I guess I would say there are other cultures in the world centered around
other belief systems (not always religious) that are impossible to grasp as an
outsider. As somebody who has lived in both KSA and UAE for a long time, I can
tell you that people from the UAE are the most generous, kind, and honestly
classy people you will come across (something that is not accounted for when
generalizing them as a barbaric people like many do in this post)

I have never seen an Emirati as much as yell at somebody in the streets.
Happiness of citizens is actively discussed and worked on, on a government
level. Seeing the police makes me feel safe, not threatened.

Maybe that’s why there are so many expatriates there.

You should totally visit. It’s an amazing place.

------
ssijak
True story : I went on a vacation in Dubai and Abu Dabhi with my wife. 1-2
days priot I sold my iphone to some random guy and brought that cash with me.
I imedietly exchanged 100 euros in Dubai after I landed to have some of their
currency for small things. I also exchanged larger amount in a hotel before
paying for it and moving to a different hotel to explore another part of the
emirate.

Anyhow, one day later my phone is ringing with some strange number calling.
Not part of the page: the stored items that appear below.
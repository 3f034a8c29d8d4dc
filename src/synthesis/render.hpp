// Rendering a patch to samples: an oscillator bank of exponentially damped sinusoids (plus the
// noise bands, once the noise model lands). Owned by the renderer work.
#pragma once

#include <cstdint>
#include <vector>

#include "core/patch.hpp"

namespace wane {

struct render_params {
    double sample_rate_hz = 48000.0;
    double length_s = 0.0;        ///< 0 = the patch's note.length_s
    double gain_db = 0.0;         ///< added to the patch's note.gain_db
    bool include_noise = true;
    double noise_gain_db = 0.0;
    std::uint64_t noise_seed = 1;
};

/// Renders the patch to mono float samples at params.sample_rate_hz. Deterministic.
std::vector<float> render_patch(const patch& p, const render_params& params);

}  // namespace wane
It
was a manager from the first hotel saying that I used counterfited euro bills
in their hotel. My heart sank reeeally hard in an instant. He said he is sure
because only I exchanged euros before they went to the bank to store the money
or whatever. The bank informed them that they are fake bills and by the law he
said they need to say who used them. BUT, that was my lucky day and the
manager said that they did not report me and will not if I repay them with
real money. I imidately agreed and asked them for a way to pay with a CC
because I was in another part of the emirate, they agreed and that was
settled, I overpeyed a bit because he probably saved me.
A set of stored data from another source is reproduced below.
/// Frames [first, end) of a band level track as a partial track for the envelope fit; the floor
/// under each frame is floor_db or the neighbours' leakage, whichever is higher.
partial_track as_track(const noise_band_track& t, std::size_t first, std::size_t end, double floor_db) {
    partial_track track;
    const double centre_hz = std::sqrt(t.low_hz * t.high_hz);
    for (std::size_t i = first; i < std::min(end, t.level_db.size()); ++i) {
        const double leak_db = i < t.leak_db.size() ? static_cast<double>(t.leak_db[i]) + leak_margin_db : silence_db;
        track.points.push_back({.time_s = static_cast<double>(i) * t.hop_s, .freq_hz = centre_hz,
                                .level_db = static_cast<double>(t.level_db[i]), .phase_rad = 0.0,
                                .floor_db = std::max(floor_db, leak_db)});
    }
    return track;
}

/// Median of the track's levels over [from_s, to_s) (the whole track when that is empty), dB.
double median_level_db(const noise_band_track& t, double from_s, double to_s) {
    std::vector<float> v;
    for (std::size_t i = 0; i < t.level_db.size(); ++i) {
        const double time_s = static_cast<double>(i) * t.hop_s;
        if (time_s >= from_s && time_s < to_s) v.push_back(t.level_db[i]);
    }
    if (v.empty()) v = t.level_db;
    if (v.empty()) return silence_db;
    std::nth_element(v.begin(), v.begin() + static_cast<std::ptrdiff_t>(v.size() / 2), v.end());
    return static_cast<double>(v[v.size() / 2]);
}

/// The attack band of one band: the burst in the short-window track's first attack span, fitted
/// where it stands clear of the track's median over the second. Empty when there is no burst.
std::optional<noise_band> fit_attack_band(const noise_band_track& attack, const noise_model_params& params) {
    const double after_db = median_level_db(attack, params.attack_span_s, 2.0 * params.attack_span_s);
    noise_band_track burst = attack;
    burst.level_db.resize(std::min(burst.level_db.size(),
                                   static_cast<std::size_t>(std::ceil(params.attack_span_s / attack.hop_s))));
    if (burst.level_db.size() < 2) return std::nullopt;
    const double peak_db = static_cast<double>(*std::max_element(burst.level_db.begin(), burst.level_db.end()));
    // A burst stands clear of the band's later level and of what its neighbours leak into it.
    bool clear = false;
    for (std::size_t i = 0; i < burst.level_db.size(); ++i) {
        const double leak_db = i < burst.leak_db.size() ? static_cast<double>(burst.leak_db[i]) + leak_margin_db : silence_db;
        clear = clear || static_cast<double>(burst.level_db[i]) >= std::max(after_db, leak_db) + params.attack_above_floor_db;
    }
    if (!clear) return std::nullopt;
    envelope_fit_params fit = params.attack_fit;
    fit.window_s = params.attack_window_s;
    auto result = fit_partial(as_track(burst, 0, burst.level_db.size(), after_db), fit);
    const double t60_s = result ? result->env.decay.back().t60_s : 0.0;
    if (!(t60_s >= params.min_attack_t60_s && t60_s <= params.max_attack_t60_s)) return std::nullopt;
    // The 1 ms hop sees the burst's peak: a fitted line run back above it is not trusted.
    if (result->env.peak.db > peak_db) result->env.peak = level_db{peak_db};
    return noise_band{.low_hz = attack.low_hz, .high_hz = attack.high_hz, .env = result->env, .place = {}, .coherence = 1.0};
}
After that I ran to my room and took out all the bills I got from the iPhone
sale and me and my wife needed almost an hour to figgure out that they are
really fake, by looking over the internet and checking what is usually harder
to fake. Tell tell sign was the 3d lines/bumps on parts of the bill.
Everything else looked perfectly well!!! Now, I was confused why the money
changer at the airport did not bust me right away so I went to a mall and
exhanged another bill (which was real, not counterfited) and they just took it
without checking. Few days later when leaving the country I was very scared on
the boreder/aurport police check point but everything went well. Uff. I was so
close to having a horror story myself... I immidiately reported to the police
in my country what has happened.

Before this I never ever had such experience and always naively trusted random
people when I bought and sold things on the internet. Now I know better. Was
so close to be really screwed by some random guy because of some small amount
of money.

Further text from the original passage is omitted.